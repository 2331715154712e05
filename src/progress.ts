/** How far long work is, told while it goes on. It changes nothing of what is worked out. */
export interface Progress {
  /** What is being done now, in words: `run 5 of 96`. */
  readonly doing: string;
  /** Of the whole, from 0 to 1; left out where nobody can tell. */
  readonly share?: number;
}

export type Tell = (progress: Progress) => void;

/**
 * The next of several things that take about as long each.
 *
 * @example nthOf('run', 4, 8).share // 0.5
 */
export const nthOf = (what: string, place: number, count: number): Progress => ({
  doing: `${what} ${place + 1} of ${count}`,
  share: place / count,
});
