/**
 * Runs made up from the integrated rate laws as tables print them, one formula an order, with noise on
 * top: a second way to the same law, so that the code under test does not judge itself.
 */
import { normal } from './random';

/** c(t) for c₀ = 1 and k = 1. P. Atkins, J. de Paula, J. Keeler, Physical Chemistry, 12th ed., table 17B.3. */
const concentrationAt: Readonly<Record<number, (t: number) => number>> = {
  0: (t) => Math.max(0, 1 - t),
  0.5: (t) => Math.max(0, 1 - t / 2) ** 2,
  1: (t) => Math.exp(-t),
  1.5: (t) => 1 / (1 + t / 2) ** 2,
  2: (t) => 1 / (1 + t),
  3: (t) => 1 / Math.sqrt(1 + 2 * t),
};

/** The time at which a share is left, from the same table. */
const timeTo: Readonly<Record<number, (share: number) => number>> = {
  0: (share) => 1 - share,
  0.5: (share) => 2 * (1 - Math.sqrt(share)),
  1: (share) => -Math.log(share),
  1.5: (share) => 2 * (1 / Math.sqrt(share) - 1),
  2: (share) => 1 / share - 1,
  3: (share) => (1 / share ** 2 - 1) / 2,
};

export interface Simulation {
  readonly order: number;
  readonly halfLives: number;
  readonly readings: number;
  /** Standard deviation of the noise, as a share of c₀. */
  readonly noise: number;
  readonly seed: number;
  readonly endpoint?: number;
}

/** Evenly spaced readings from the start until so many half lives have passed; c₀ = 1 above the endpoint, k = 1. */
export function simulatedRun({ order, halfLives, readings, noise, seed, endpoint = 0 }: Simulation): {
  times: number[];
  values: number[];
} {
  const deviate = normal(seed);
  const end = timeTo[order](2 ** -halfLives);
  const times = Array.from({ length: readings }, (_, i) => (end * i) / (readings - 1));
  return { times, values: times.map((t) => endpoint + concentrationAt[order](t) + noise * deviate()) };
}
##############################
> _TASK OBJECTIVE_
The lines above starting at the one that contains "0: (t) => Math.max(0, 1" and ending at the one that contains "endpoint, k = 1. */" must be transcribed exactly, and no other lines may appear.

> _SOLVED PROBLEM_
  0: (t) => Math.max(0, 1 - t),
  0.5: (t) => Math.max(0, 1 - t / 2) ** 2,
  1: (t) => Math.exp(-t),
  1.5: (t) => 1 / (1 + t / 2) ** 2,
  2: (t) => 1 / (1 + t),
  3: (t) => 1 / Math.sqrt(1 + 2 * t),
};

/** The time at which a share is left, from the same table. */
const timeTo: Readonly<Record<number, (share: number) => number>> = {
  0: (share) => 1 - share,
  0.5: (share) => 2 * (1 - Math.sqrt(share)),
  1: (share) => -Math.log(share),
  1.5: (share) => 2 * (1 / Math.sqrt(share) - 1),
  2: (share) => 1 / share - 1,
  3: (share) => (1 / share ** 2 - 1) / 2,
};

export interface Simulation {
  readonly order: number;
  readonly halfLives: number;
  readonly readings: number;
  /** Standard deviation of the noise, as a share of c₀. */
  readonly noise: number;
  readonly seed: number;
  readonly endpoint?: number;
}

/** Evenly spaced readings from the start until so many half lives have passed; c₀ = 1 above the endpoint, k = 1. */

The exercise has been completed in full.